━━━ Records shown ━━━
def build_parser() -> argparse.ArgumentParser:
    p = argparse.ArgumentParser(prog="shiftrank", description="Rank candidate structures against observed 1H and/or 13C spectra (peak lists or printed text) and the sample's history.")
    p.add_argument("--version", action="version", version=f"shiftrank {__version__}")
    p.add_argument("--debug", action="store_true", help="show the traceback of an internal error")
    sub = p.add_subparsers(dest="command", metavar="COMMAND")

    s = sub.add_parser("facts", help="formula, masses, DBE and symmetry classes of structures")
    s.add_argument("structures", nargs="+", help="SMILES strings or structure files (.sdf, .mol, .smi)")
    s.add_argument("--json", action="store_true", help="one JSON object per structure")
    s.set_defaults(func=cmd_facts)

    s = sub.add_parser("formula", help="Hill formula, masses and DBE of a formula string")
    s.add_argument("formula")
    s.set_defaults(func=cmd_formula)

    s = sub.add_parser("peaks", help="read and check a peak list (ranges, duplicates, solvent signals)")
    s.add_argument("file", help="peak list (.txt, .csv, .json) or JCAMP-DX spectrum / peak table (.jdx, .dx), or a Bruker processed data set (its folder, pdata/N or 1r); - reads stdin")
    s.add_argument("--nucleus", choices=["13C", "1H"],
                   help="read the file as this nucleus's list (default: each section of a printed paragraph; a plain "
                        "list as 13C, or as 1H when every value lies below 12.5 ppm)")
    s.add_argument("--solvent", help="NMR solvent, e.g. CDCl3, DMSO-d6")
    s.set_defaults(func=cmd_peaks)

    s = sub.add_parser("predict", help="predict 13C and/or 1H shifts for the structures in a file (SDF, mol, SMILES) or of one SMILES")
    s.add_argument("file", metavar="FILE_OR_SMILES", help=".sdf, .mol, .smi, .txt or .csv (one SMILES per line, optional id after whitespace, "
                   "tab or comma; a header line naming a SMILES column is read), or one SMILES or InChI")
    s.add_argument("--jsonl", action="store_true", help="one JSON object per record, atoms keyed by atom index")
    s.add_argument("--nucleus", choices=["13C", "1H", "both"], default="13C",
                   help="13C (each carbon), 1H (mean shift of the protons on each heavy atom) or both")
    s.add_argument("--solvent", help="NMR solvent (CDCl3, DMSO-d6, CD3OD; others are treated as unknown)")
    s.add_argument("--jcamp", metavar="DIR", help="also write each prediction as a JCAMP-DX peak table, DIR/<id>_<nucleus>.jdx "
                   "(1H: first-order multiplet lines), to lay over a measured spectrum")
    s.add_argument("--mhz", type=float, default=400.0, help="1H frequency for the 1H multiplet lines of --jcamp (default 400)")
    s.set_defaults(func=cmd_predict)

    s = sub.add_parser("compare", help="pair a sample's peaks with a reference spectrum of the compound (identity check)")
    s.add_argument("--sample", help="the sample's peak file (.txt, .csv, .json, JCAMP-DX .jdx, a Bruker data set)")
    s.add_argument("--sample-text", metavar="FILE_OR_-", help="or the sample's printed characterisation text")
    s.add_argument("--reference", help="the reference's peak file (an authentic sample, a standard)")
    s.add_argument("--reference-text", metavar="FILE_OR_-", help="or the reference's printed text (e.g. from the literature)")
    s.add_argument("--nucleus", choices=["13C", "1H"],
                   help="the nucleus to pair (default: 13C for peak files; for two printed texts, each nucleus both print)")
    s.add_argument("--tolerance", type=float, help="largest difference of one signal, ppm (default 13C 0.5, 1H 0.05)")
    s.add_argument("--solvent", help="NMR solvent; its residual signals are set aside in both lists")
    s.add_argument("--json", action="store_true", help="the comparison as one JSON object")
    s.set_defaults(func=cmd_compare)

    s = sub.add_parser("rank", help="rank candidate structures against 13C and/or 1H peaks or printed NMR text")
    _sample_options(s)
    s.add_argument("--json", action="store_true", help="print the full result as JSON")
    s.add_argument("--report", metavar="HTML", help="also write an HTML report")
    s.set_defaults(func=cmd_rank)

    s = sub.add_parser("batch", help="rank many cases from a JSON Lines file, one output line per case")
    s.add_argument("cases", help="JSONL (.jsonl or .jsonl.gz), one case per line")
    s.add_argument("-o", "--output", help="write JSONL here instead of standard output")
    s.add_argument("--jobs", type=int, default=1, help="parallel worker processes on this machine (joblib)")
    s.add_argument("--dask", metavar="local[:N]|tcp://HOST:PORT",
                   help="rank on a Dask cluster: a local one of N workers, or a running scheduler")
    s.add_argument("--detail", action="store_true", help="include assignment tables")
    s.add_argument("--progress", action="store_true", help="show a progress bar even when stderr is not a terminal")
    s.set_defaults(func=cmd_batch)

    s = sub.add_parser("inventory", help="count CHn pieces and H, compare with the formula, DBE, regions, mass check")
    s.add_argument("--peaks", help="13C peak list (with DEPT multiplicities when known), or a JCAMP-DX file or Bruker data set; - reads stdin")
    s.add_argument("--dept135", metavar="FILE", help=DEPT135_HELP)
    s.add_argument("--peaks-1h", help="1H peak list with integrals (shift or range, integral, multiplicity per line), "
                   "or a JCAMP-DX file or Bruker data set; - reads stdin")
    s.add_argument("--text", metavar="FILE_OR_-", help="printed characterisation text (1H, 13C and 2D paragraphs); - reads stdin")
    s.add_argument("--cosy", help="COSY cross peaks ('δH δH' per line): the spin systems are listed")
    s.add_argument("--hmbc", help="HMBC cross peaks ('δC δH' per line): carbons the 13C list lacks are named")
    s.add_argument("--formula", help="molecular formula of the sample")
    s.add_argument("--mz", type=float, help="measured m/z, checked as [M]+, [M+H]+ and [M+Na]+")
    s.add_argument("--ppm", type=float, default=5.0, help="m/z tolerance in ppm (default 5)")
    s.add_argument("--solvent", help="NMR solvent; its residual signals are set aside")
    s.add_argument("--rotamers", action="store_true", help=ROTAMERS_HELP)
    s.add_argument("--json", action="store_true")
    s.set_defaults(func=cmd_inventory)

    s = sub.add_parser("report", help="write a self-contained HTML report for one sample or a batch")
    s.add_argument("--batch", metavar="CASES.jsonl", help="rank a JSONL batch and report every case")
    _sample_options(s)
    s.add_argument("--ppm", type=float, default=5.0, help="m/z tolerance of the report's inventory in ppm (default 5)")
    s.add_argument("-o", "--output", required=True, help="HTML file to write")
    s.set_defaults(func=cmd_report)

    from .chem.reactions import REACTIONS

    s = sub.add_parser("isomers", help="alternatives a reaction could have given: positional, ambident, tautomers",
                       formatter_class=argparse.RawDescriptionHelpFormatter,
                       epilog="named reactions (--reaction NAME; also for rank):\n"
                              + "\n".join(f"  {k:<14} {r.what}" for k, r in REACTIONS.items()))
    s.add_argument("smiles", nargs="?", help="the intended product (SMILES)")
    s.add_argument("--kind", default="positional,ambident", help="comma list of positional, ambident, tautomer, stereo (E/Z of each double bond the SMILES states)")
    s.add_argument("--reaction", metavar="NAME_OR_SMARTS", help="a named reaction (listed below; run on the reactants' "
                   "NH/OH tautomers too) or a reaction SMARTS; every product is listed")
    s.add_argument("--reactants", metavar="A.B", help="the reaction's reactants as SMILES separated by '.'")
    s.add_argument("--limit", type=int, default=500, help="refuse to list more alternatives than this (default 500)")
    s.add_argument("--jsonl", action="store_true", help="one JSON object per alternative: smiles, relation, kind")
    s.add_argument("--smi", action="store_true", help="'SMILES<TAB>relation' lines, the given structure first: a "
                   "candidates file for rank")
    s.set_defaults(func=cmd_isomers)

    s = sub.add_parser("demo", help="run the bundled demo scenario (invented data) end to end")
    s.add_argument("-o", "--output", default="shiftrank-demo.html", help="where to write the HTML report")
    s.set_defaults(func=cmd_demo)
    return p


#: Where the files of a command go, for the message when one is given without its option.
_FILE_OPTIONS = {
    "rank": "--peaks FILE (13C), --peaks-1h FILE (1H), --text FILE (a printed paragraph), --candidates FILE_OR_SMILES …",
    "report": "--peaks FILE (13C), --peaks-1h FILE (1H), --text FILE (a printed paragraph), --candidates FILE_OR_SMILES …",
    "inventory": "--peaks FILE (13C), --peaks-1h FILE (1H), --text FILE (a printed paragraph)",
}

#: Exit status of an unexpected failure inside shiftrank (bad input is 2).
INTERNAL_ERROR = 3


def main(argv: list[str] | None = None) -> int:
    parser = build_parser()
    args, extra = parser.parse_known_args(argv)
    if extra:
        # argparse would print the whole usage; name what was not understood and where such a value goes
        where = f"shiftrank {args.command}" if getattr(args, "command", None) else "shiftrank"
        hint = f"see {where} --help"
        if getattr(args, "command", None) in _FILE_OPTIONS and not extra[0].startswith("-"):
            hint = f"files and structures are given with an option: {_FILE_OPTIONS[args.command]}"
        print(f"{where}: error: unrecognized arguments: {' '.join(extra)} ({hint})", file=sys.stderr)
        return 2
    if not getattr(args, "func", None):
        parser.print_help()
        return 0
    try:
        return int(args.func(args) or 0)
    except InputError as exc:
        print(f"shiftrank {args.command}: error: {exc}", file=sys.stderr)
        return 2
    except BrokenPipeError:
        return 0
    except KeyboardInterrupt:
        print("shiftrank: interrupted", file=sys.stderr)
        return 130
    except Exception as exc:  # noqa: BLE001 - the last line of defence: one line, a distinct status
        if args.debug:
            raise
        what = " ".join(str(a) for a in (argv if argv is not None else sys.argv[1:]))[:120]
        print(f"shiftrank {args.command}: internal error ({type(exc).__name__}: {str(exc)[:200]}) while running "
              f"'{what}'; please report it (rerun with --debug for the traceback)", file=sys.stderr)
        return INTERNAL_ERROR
━━━
**What to do**
Each line from the top of the data, up to and including the line that contains "structures against observed", should be set down exactly.

**Exercise answer**
def build_parser() -> argparse.ArgumentParser:
    p = argparse.ArgumentParser(prog="shiftrank", description="Rank candidate structures against observed 1H and/or 13C spectra (peak lists or printed text) and the sample's history.")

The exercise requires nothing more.